Wednesday, November 10, 2004

Making excuses

Christopher Hitchens makes a good point to those who complain that Bush's camp are 'religious fanatics:':
Only one faction in American politics has found itself able to make excuses for the kind of religious fanaticism that immediately menaces us in the here and now. And that faction, I am sorry and furious to say, is the left. From the first day of the immolation of the World Trade Center, right down to the present moment, a gallery of pseudointellectuals has been willing to represent the worst face of Islam as the voice of the oppressed. How can these people bear to reread their own propaganda? Suicide murderers in Palestine—disowned and denounced by the new leader of the PLO—described as the victims of "despair." The forces of al-Qaida and the Taliban represented as misguided spokespeople for antiglobalization. The blood-maddened thugs in Iraq, who would rather bring down the roof on a suffering people than allow them to vote, pictured prettily as "insurgents" or even, by Michael Moore, as the moral equivalent of our Founding Fathers. If this is liberal secularism, I'll take a modest, God-fearing, deer-hunting Baptist from Kentucky every time, as long as he didn't want to impose his principles on me (which our Constitution forbids him to do).

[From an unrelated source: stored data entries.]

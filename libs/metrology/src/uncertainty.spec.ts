import { Decimal } from './decimal';
import { MetrologyInputError } from './errors';
import {
  type BudgetInput,
  buildBudget,
  coverageFactor,
  INFINITE_DOF,
  rectangularStandardUncertainty,
  triangularStandardUncertainty,
  welchSatterthwaite,
} from './uncertainty';

const d = (v: string | number) => new Decimal(v);

describe('GUM annex H.1: end-gauge calibration (JCGM 100:2008 H.1.3–H.1.6)', () => {
  // Inputs of H.1.3 (lengths in nm): value, standard uncertainty, degrees of freedom.
  const inputs: BudgetInput[] = [
    {
      quantity: 'Length of the standard',
      symbol: 'ls',
      unit: 'nm',
      value: '50000623',
      standardUncertainty: 25,
      distribution: 'normal',
      degreesOfFreedom: 18,
    },
    {
      quantity: 'Measured difference',
      symbol: 'd',
      unit: 'nm',
      value: '215',
      standardUncertainty: '9.7',
      distribution: 'type-a',
      degreesOfFreedom: '25.6',
    },
    {
      quantity: 'Expansion coefficient of the standard',
      symbol: 'alphaS',
      unit: '1/°C',
      value: '11.5e-6',
      standardUncertainty: '1.2e-6',
      distribution: 'rectangular',
    },
    {
      quantity: 'Deviation of the bed from 20 °C',
      symbol: 'theta',
      unit: '°C',
      value: '-0.1',
      standardUncertainty: '0.41',
      distribution: 'normal',
    },
    {
      quantity: 'Difference of expansion coefficients',
      symbol: 'dAlpha',
      unit: '1/°C',
      value: '0',
      standardUncertainty: '0.58e-6',
      distribution: 'rectangular',
      degreesOfFreedom: 50,
    },
    {
      quantity: 'Difference of temperatures',
      symbol: 'dTheta',
      unit: '°C',
      value: '0',
      standardUncertainty: '0.029',
      distribution: 'rectangular',
      degreesOfFreedom: 2,
    },
  ];
  // l = ls + d − ls·(δα·θ + αs·δθ)   (H.1.2, equation H.3 linearised)
  const model = (x: Readonly<Record<string, Decimal>>) => {
    const { ls, d: diff, alphaS, theta, dAlpha, dTheta } = x as Record<string, Decimal>;
    return ls!.plus(diff!).minus(ls!.times(dAlpha!.times(theta!).plus(alphaS!.times(dTheta!))));
  };
  const budget = buildBudget(inputs, { model, coverage: { probability: '0.99' } });

  it('gives l = 50 000 838 nm (H.1.5)', () => {
    expect(budget.estimate?.toNumber()).toBeCloseTo(50000838, 6);
  });

  it('finds the Table H.1 contributions 25, 9.7, 0, 0, 2.9, 16.6 nm by central differences', () => {
    const c = budget.rows.map((r) => r.contribution.toNumber());
    expect(c[0]).toBeCloseTo(25, 6);
    expect(c[1]).toBeCloseTo(9.7, 6);
    expect(c[2]).toBe(0);
    expect(c[3]).toBe(0);
    expect(c[4]).toBeCloseTo(2.9, 2); // c = −ls·θ = 5.0e6 nm·°C, times u(δα) = 0.58e-6 /°C
    expect(c[5]).toBeCloseTo(16.675, 2); // Table H.1 prints 16.6
  });

  it('combines to u_c = 32 nm with ν_eff = 16 (H.1.4, H.1.6)', () => {
    expect(budget.combinedStandardUncertainty.toNumber()).toBeCloseTo(31.71, 2);
    expect(budget.effectiveDegreesOfFreedom.toNumber()).toBeCloseTo(16.66, 1);
    const shares = budget.rows.reduce((s, r) => s.plus(r.share), d(0));
    expect(shares.toNumber()).toBeCloseTo(1, 12);
  });

  it('states U99 = t99(16)·u_c = 2.92 × 32 nm = 93 nm (H.1.6)', () => {
    expect(budget.coverageFactor.toString()).toBe('2.92');
    expect(budget.expandedUncertainty.toDecimalPlaces(0).toNumber()).toBe(93);
    expect(budget.coverageRule).toContain('ν = 16');
  });
});

describe('coverage factor (JCGM 100 Table G.2)', () => {
  // Table G.2 values, checked against a reproduction of the table.
  it.each([
    ['0.95', 1, '12.71'],
    ['0.95', 2, '4.3'],
    ['0.9545', 2, '4.53'],
    ['0.95', 10, '2.23'],
    ['0.95', 20, '2.09'],
    ['0.99', 1, '63.66'],
    ['0.9973', 5, '5.51'],
  ])('p = %s, ν = %d → k = %s', (p, nu, k) => {
    expect(coverageFactor(d(nu), { probability: p, conventionalKFromDof: null }).k.toString()).toBe(k);
  });

  it('uses the normal limit for ν = ∞: 1.96 at 95 %, 2.00 at 95.45 %, 3.00 at 99.73 %', () => {
    expect(coverageFactor(INFINITE_DOF, { conventionalKFromDof: null }).k.toString()).toBe('1.96');
    expect(coverageFactor(INFINITE_DOF, { probability: '0.9545' }).k.toString()).toBe('2');
    expect(coverageFactor(INFINITE_DOF, { probability: '0.9973' }).k.toString()).toBe('3');
  });

  it('states the conventional k = 2 at 95 % once ν_eff ≥ 50, t below', () => {
    expect(coverageFactor(d(50)).k.toString()).toBe('2');
    expect(coverageFactor(INFINITE_DOF).k.toString()).toBe('2');
    expect(coverageFactor(d('49.9')).k.toString()).toBe('2.01'); // t95(49) = 2.0096
    expect(coverageFactor(d(50), { conventionalKFromDof: null }).k.toString()).toBe('2.01'); // Table G.2: 2.01
  });

  it('truncates ν_eff to the next lower integer (G.4.1)', () => {
    expect(coverageFactor(d('10.9'), { conventionalKFromDof: null }).k.toString()).toBe('2.23');
  });
});

describe('additive model Y = X1+X2+X3+X4, u(x_i) = 1 (JCGM 101:2008 9.2.2)', () => {
  const inputs: BudgetInput[] = [1, 2, 3, 4].map((i) => ({
    quantity: `X${i}`,
    symbol: `x${i}`,
    unit: '1',
    value: 0,
    standardUncertainty: 1,
    distribution: 'normal' as const,
    sensitivityCoefficient: 1,
  }));

  it('gives u(y) = 2 and the GUF interval ±3.92 with the pure t rule (Table 2)', () => {
    const b = buildBudget(inputs, { coverage: { conventionalKFromDof: null } });
    expect(b.combinedStandardUncertainty.toNumber()).toBe(2);
    expect(b.effectiveDegreesOfFreedom.isFinite()).toBe(false);
    expect(b.expandedUncertainty.toNumber()).toBeCloseTo(3.92, 10);
    expect(b.estimate).toBeNull();
  });

  it('gives ν_eff = 40 for four equal contributions of 10 degrees of freedom each (G.4.1)', () => {
    const nu = welchSatterthwaite([1, 2, 3, 4].map(() => ({ contribution: d(1), degreesOfFreedom: d(10) })));
    expect(nu.toNumber()).toBeCloseTo(40, 20);
  });
});

describe('input handling', () => {
  it('converts half-widths: a/√3 rectangular, a/√6 triangular (JCGM 100 4.3.7, 4.3.9)', () => {
    expect(rectangularStandardUncertainty('0.5').toNumber()).toBeCloseTo(0.288675134595, 12);
    expect(triangularStandardUncertainty(1).toNumber()).toBeCloseTo(0.408248290464, 12);
  });

  it('refuses a Type A component without degrees of freedom', () => {
    const row: BudgetInput = {
      quantity: 'q',
      symbol: 'q',
      unit: 'g',
      value: 1,
      standardUncertainty: 1,
      distribution: 'type-a',
      sensitivityCoefficient: 1,
    };
    expect(() => buildBudget([row])).toThrow(MetrologyInputError);
  });

  it('refuses a component without sensitivity coefficient when no model is given', () => {
    const row: BudgetInput = { quantity: 'q', symbol: 'q', unit: 'g', value: 1, standardUncertainty: 1, distribution: 'normal' };
    expect(() => buildBudget([row])).toThrow(/sensitivityCoefficient/);
  });

  it('refuses a negative standard uncertainty and a duplicate symbol', () => {
    const row: BudgetInput = {
      quantity: 'q',
      symbol: 'q',
      unit: 'g',
      value: 1,
      standardUncertainty: -1,
      distribution: 'normal',
      sensitivityCoefficient: 1,
    };
    expect(() => buildBudget([row])).toThrow(/negative/);
    expect(() =>
      buildBudget([
        { ...row, standardUncertainty: 1 },
        { ...row, standardUncertainty: 1 },
      ]),
    ).toThrow(/twice/);
  });
});
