import fc from 'fast-check';

import { Decimal } from './decimal';
import { MetrologyInputError } from './errors';
import { coefficientOfVariationPercent, grubbsTest, mean, randomError, sampleStandardDeviation, systematicError } from './statistics';

describe('replicate statistics', () => {
  it('reproduces the NIST StRD NumAcc1 certified values (mean 10000002, s = 1)', () => {
    // NIST Statistical Reference Datasets, univariate "NumAcc1" (from memory):
    // y = 10000001, 10000003, 10000002; certified mean 10000002, standard deviation 1.
    const y = ['10000001', '10000003', '10000002'];
    expect(mean(y).equals(10000002)).toBe(true);
    expect(sampleStandardDeviation(y).equals(1)).toBe(true);
  });

  it('gives systematic and random error of a 10 mL run (hand-worked)', () => {
    // Hand-worked: deviations from 10.000 are +0.01, −0.01, +0.02, 0, −0.02 mL;
    // Σd² = 0.0010, s = √(0.0010/4) = 0.0158113883 mL, CV = 0.158113883 %.
    const v = ['10.01', '9.99', '10.02', '10.00', '9.98'];
    const sys = systematicError(v, 10);
    expect(sys.mean.equals(10)).toBe(true);
    expect(sys.error.isZero()).toBe(true);
    const rnd = randomError(v);
    expect(rnd.standardDeviation.toSignificantDigits(9).toString()).toBe('0.0158113883');
    expect(rnd.cvPercent.toSignificantDigits(9).toString()).toBe('0.158113883');
  });

  it('gives the systematic error in % of nominal (hand-worked: mean 10.03 on 10 → +0.3 %)', () => {
    const sys = systematicError(['10.02', '10.04'], '10');
    expect(sys.error.equals('0.03')).toBe(true);
    expect(sys.errorPercent.equals('0.3')).toBe(true);
  });

  it('refuses too few values, a non-number, a non-positive nominal and a CV of a zero mean', () => {
    expect(() => mean([])).toThrow(MetrologyInputError);
    expect(() => sampleStandardDeviation(['1'])).toThrow(MetrologyInputError);
    expect(() => mean(['1', 'x'])).toThrow(/values\[1\]/);
    expect(() => systematicError(['1', '2'], 0)).toThrow(MetrologyInputError);
    expect(() => coefficientOfVariationPercent(['-1', '1'])).toThrow(MetrologyInputError);
  });

  it('property: mean and s do not depend on the order of the replicates', () => {
    fc.assert(
      fc.property(
        fc
          .array(fc.integer({ min: -1_000_000, max: 1_000_000 }), { minLength: 2, maxLength: 20 })
          .chain((xs) => fc.tuple(fc.constant(xs), fc.shuffledSubarray(xs, { minLength: xs.length, maxLength: xs.length }))),
        ([xs, shuffled]) => {
          const a = xs.map((x) => new Decimal(x).div(1000));
          const b = shuffled.map((x) => new Decimal(x).div(1000));
          return mean(a).equals(mean(b)) && sampleStandardDeviation(a).minus(sampleStandardDeviation(b)).abs().lessThan('1e-28');
        },
      ),
    );
  });

  it('property: s scales with |k| and ignores a shift', () => {
    fc.assert(
      fc.property(
        fc.array(fc.integer({ min: -100_000, max: 100_000 }), { minLength: 2, maxLength: 15 }),
        fc.integer({ min: -1000, max: 1000 }).filter((k) => k !== 0),
        fc.integer({ min: -1_000_000, max: 1_000_000 }),
        (xs, k, shift) => {
          const s = sampleStandardDeviation(xs);
          const scaled = sampleStandardDeviation(xs.map((x) => new Decimal(x).times(k)));
          const shifted = sampleStandardDeviation(xs.map((x) => x + shift));
          // 34 significant digits: compare relatively (1e-30 of the magnitude), not absolutely.
          const close = (a: Decimal, b: Decimal) =>
            a
              .minus(b)
              .abs()
              .lte(Decimal.max(a.abs(), b.abs(), 1).times('1e-30'));
          return close(scaled, s.times(Math.abs(k))) && close(shifted, s);
        },
      ),
    );
  });
});

describe("Grubbs' outlier test", () => {
  // Critical values G(α, n), two-sided: Harvey, Analytical Chemistry 2.1, Appendix 7
  // (chem.libretexts.org "Critical Values for Grubb's Test"), which agrees with the
  // NIST/SEMATECH e-Handbook 1.3.5.17 / ASTM E178 tables. That page prints 2.202 for
  // n = 7, α = 0.05 (a transposition of 2.020, the NIST value) and 2.755 for n = 15,
  // α = 0.01 (a repeat of the n = 14 row); both rows are left out. For n = 3 every
  // table prints 1.155, the limit (n − 1)/√n rounded; the formula gives 1.1543.
  it.each([
    [3, '0.05', '1.155', 0.0015],
    [4, '0.05', '1.481', 0.0006],
    [5, '0.05', '1.715', 0.0006],
    [6, '0.05', '1.887', 0.0006],
    [8, '0.05', '2.126', 0.0008],
    [9, '0.05', '2.215', 0.0006],
    [10, '0.05', '2.290', 0.0006],
    [11, '0.05', '2.355', 0.0006],
    [12, '0.05', '2.412', 0.0006],
    [15, '0.05', '2.549', 0.0008],
    [5, '0.01', '1.764', 0.0006],
    [10, '0.01', '2.482', 0.0006],
    [14, '0.01', '2.755', 0.0006],
  ])('G_crit(n = %s, α = %s) ≈ %s', (n, alpha, expected, tol) => {
    const values = Array.from({ length: n }, (_, i) => String(i));
    const r = grubbsTest(values, { alpha });
    if (!r.applicable) throw new Error('expected applicable');
    expect(r.gCritical.minus(expected).abs().toNumber()).toBeLessThanOrEqual(tol);
  });

  it('reports the suspect value, its index, G and the verdict without dropping anything', () => {
    // Hand-worked: 10 values; the 9th (index 8) is far out.
    const v = ['10.01', '10.00', '9.99', '10.02', '10.00', '9.98', '10.01', '10.00', '10.30', '9.99'];
    const r = grubbsTest(v);
    if (!r.applicable) throw new Error('expected applicable');
    expect(r.n).toBe(10);
    expect(r.suspectIndex).toBe(8);
    expect(r.suspectValue.equals('10.30')).toBe(true);
    expect(r.g.greaterThan(r.gCritical)).toBe(true);
    expect(r.outlier).toBe(true);
    expect(v).toHaveLength(10);
  });

  it('finds no outlier in a tight set and handles identical replicates', () => {
    const r = grubbsTest(['1.00', '1.01', '0.99', '1.00', '1.01']);
    expect(r.applicable && r.outlier).toBe(false);
    const same = grubbsTest(['2', '2', '2']);
    expect(same.applicable && same.g.isZero() && !same.outlier).toBe(true);
  });

  it('is not applicable below 3 replicates and refuses a bad α', () => {
    expect(grubbsTest(['1', '2'])).toEqual({ applicable: false, n: 2, reason: expect.stringContaining('3') });
    expect(() => grubbsTest(['1', '2', '3'], { alpha: 0 })).toThrow(MetrologyInputError);
    expect(() => grubbsTest(['1', '2', '3'], { alpha: '0.6' })).toThrow(MetrologyInputError);
  });

  it('property: flags a value placed far enough away, at its index', () => {
    fc.assert(
      fc.property(
        fc.array(fc.integer({ min: -1000, max: 1000 }), { minLength: 2, maxLength: 25 }),
        fc.nat(),
        fc.boolean(),
        (base, pos, high) => {
          const values = base.map((x) => new Decimal(x).div(1000));
          const index = pos % (values.length + 1);
          values.splice(index, 0, new Decimal(high ? 1e7 : -1e7));
          const r = grubbsTest(values);
          return r.applicable && r.outlier && r.suspectIndex === index && r.n === values.length;
        },
      ),
      { numRuns: 100 },
    );
  });
});
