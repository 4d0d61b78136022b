import DecimalJs from 'decimal.js';

import { MetrologyInputError } from './errors';

/**
 * The one Decimal constructor of the computation library: 34 significant digits
 * (IEEE 754 decimal128), round half to even. Every quantity is one of these.
 */
export const Decimal = DecimalJs.clone({ precision: 34, rounding: DecimalJs.ROUND_HALF_EVEN });
export type Decimal = InstanceType<typeof Decimal>;

/** What callers may pass for a quantity: a Decimal, a decimal string or a finite number. */
export type DecimalInput = DecimalJs.Value;

/** Converts an input to a Decimal, refusing NaN and infinities. */
export function dec(value: DecimalInput, field = 'value'): Decimal {
  // Decimals are immutable: one of ours is returned as it is, not copied.
  if (value instanceof Decimal) {
    if (!value.isFinite()) throw new MetrologyInputError(field, 'must be a finite number');
    return value;
  }
  let d: Decimal;
  try {
    d = new Decimal(value);
  } catch {
    throw new MetrologyInputError(field, 'is not a number');
  }
  if (!d.isFinite()) throw new MetrologyInputError(field, 'must be a finite number');
  return d;
}
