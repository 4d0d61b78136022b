import fc from 'fast-check';

import { Decimal } from './decimal';
import { MetrologyInputError } from './errors';
import { convert, parseQuantity, toCanonical, unitDimension, unitsOf } from './units';

describe('parseQuantity', () => {
  it('reads pressures in the units people type and returns pascals', () => {
    expect(parseQuantity('1013.25 hPa', 'pressure')).toEqual({ value: new Decimal('101325'), unit: 'Pa' });
    expect(parseQuantity('1013.25 mbar', 'pressure').value.toString()).toBe('101325');
    expect(parseQuantity('101.325kPa', 'pressure').value.toString()).toBe('101325');
    // 1 mmHg = 13.5951 g/cm3 x 9.80665 m/s2 x 1 mm = 133.322387415 Pa exactly
    // (convertunits.com, "millimeter mercury": "by definition is 133.322387415 Pa").
    expect(parseQuantity('760 mmHg', 'pressure').value.toString()).toBe('101325.0144354');
    // 1 Torr = 101325/760 Pa (same source), so 760 Torr is one standard atmosphere.
    expect(parseQuantity('760 Torr', 'pressure').value.toDecimalPlaces(20).toString()).toBe('101325');
  });

  it('reads temperatures in °C, degC, C, ℃ and K and returns °C', () => {
    for (const text of ['20.5 °C', '20.5°C', '20.5 degC', '20.5 C', '20.5 ℃', '20.5 ºC', '293.65 K']) {
      expect(parseQuantity(text, 'temperature')).toEqual({ value: new Decimal('20.5'), unit: '°C' });
    }
    expect(parseQuantity('-5 °C', 'temperature').value.toString()).toBe('-5');
  });

  it('reads volumes in µL (micro sign, Greek mu or u), mL and L and returns mL', () => {
    for (const text of ['250 µL', '250 μL', '250 uL', '250 ul', '0.25 mL', '0.00025 L']) {
      expect(parseQuantity(text, 'volume').value.toString()).toBe('0.25');
    }
  });

  it('reads masses in mg, g and kg and returns g; humidity in %RH returns %', () => {
    expect(parseQuantity('1500 mg', 'mass').value.toString()).toBe('1.5');
    expect(parseQuantity('0.0015 kg', 'mass').value.toString()).toBe('1.5');
    expect(parseQuantity('45 %RH', 'relativeHumidity')).toEqual({ value: new Decimal(45), unit: '%' });
    expect(parseQuantity('45 %', 'relativeHumidity').value.toString()).toBe('45');
  });

  it('refuses an unknown unit, a unit of another dimension, a missing unit and a decimal comma', () => {
    expect(() => parseQuantity('20 furlongs', 'volume')).toThrow(MetrologyInputError);
    expect(() => parseQuantity('20 hPa', 'temperature')).toThrow(/pressure unit/);
    expect(() => parseQuantity('20', 'temperature')).toThrow(MetrologyInputError);
    expect(() => parseQuantity('1,5 mL', 'volume')).toThrow(/comma/);
    expect(() => parseQuantity('abc mL', 'volume')).toThrow(MetrologyInputError);
  });

  it('refuses a temperature below absolute zero', () => {
    expect(() => parseQuantity('-1 K', 'temperature')).toThrow(/absolute zero/);
    expect(() => toCanonical('-273.16', '°C', 'temperature')).toThrow(MetrologyInputError);
  });
});

describe('convert', () => {
  it('converts between units of one dimension', () => {
    expect(convert('20', '°C', 'K').toString()).toBe('293.15');
    expect(convert('1', 'L', 'µL').toString()).toBe('1000000');
    expect(convert('1013.25', 'hPa', 'kPa').toString()).toBe('101.325');
    expect(convert('1', 'kg', 'mg').toString()).toBe('1000000');
  });

  it('refuses a conversion across dimensions and unknown units', () => {
    expect(() => convert('1', 'g', 'mL')).toThrow(MetrologyInputError);
    expect(() => convert('1', 'stone', 'g')).toThrow(/unknown unit/);
    expect(unitDimension('hPa')).toBe('pressure');
    expect(unitsOf('volume')).toEqual(['µL', 'mL', 'L']);
  });

  // Property: a value converted to another unit of its dimension and back is unchanged.
  // Tolerance: 34 significant digits are carried; 101325/760 is not a finite decimal, so
  // allow 1e-28 relative (six orders above the 1e-34 working precision, far below any reading).
  it('round-trips every pair of units of a dimension', () => {
    const dims = ['temperature', 'pressure', 'volume', 'mass', 'relativeHumidity'] as const;
    const pairs = dims.flatMap((d) => unitsOf(d).flatMap((a) => unitsOf(d).map((b) => [a, b] as const)));
    fc.assert(
      fc.property(fc.constantFrom(...pairs), fc.double({ min: -1e6, max: 1e6, noNaN: true }), ([a, b], x) => {
        const back = convert(convert(x, a, b), b, a);
        const tol = new Decimal(x).abs().plus(1).times('1e-28');
        return back.minus(x).abs().lessThanOrEqualTo(tol);
      }),
    );
  });
});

It is ironic in a way that it is people who are religious themselves who have been most upfront about opposing the religious (Muslim) extremism of others. You would think secularists would have more to lose from people who seek to impose religion.
The answer is, I think, that religious people understand that the Jihad is religious in nature, and understand the extremists' strength of feeling, whereas secularists see it as more of a political issue, which can be more easily solved, or as more of a racial issue, which they are more afraid to touch. In addition, religious people understand that Muslim domination would not tolerate Christianity (or Judaism) -- and so know they will be first in the firing line.